Están descritos varios métodos para teñir esporas. Quizás el más utilizado sea el de Wirtz-Conklin o tinción con verde malaquita. Este colorante se une fuertemente a las esporas gracias a la utilización de calor como mordiente. La fase de decoloración en este caso se realiza con agua abundante. Las formas vegetativas pierden el color verde y se tiñen con el colorante de contraste (fucsina o safranina).

La detección de esporas debe realizarse en cultivos con condiciones estresantes para la célula. Suelen utilizarse cultivos viejos en los que la escasez de nutrientes provoca la esporulación de las bacterias.

La presencia de esporas en el ámbito clínico no dirige hacia los géneros Clostridium y Bacillus. Algunas esporas se desarrollan sin deformar a la célula vegetativa. Otras si lo hacen y generan según la disposición formas centrales o terminales (palillo de tambor). La posición relativa y la morfología de la espora constituyen caracteres taxonómicos en las especies de ambos géneros.

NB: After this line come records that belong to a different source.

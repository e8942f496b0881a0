/**
 * The standing cautions of design.md, in one wording for the pages
 * (app/components/cautions.tsx) and the signed reports.
 */
export const CAUTIONS = [
  "Figures are for energy management, not for trade.",
  "Billing third parties from sub-meters needs meters approved under your local legal-metrology rules.",
  "Steam and pressurised hot water are hazardous: installation and maintenance belong to qualified people working to local codes.",
] as const;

Tinción negativa de cápsulas

Algunas bacterias presentan una capa externa a la pared denominada cápsula. Está compuesta de azúcares y proteínas. No es una estructura vital para la bacteria, de modo que es posible que bajo determinadas condiciones ambientales o del propio desarrollo genere cápsula y bajo otras no lo haga. Se ha comprobado que la presencia de cápsula dificulta de algún modo la fagocitosis de las bacterias, es decir las cápsulas constituyen un factor de virulencia de los microorganismos.

La detección de cápsulas en las bacterias también puede orientarnos en el diagnóstico de laboratorio, y es especialmente importante en el diagnóstico de meningitis producida por Cryptococcus neoformans.. Se trata de una levadura que provoca graves cuadros de meningitis en personas inmunocomprometidas, y su detección en LCR lo más precozmente posible es vital para la supervivencia del paciente.

La tinción de cápsula se denomina tinción negativa porque tiñe el fondo de la preparación y no el microorganismo. Desde el punto de vista formal no es una tinción propiamente dicha, porque no fija los microorganismos. Se parece más a una preparación en fresco. Su realización es sencillísima, consiste en colocar la muestra húmeda sobre el porta objetos y mezclarla con tinta china. La tinta cubre toda la preparación a excepción de las cápsulas. En el microscopio se observa el fondo negro y los microorganismos con cápsula sin color.

Existen otras técnicas de tinción que ponen de manifiesto más estructuras bacterianas. Es el caso por ejemplo de las tinciones de flagelos. No obstante no tienen demasiado interés desde el punto de vista del diagnóstico, y suelen realizarse más a menudo en investigación básica.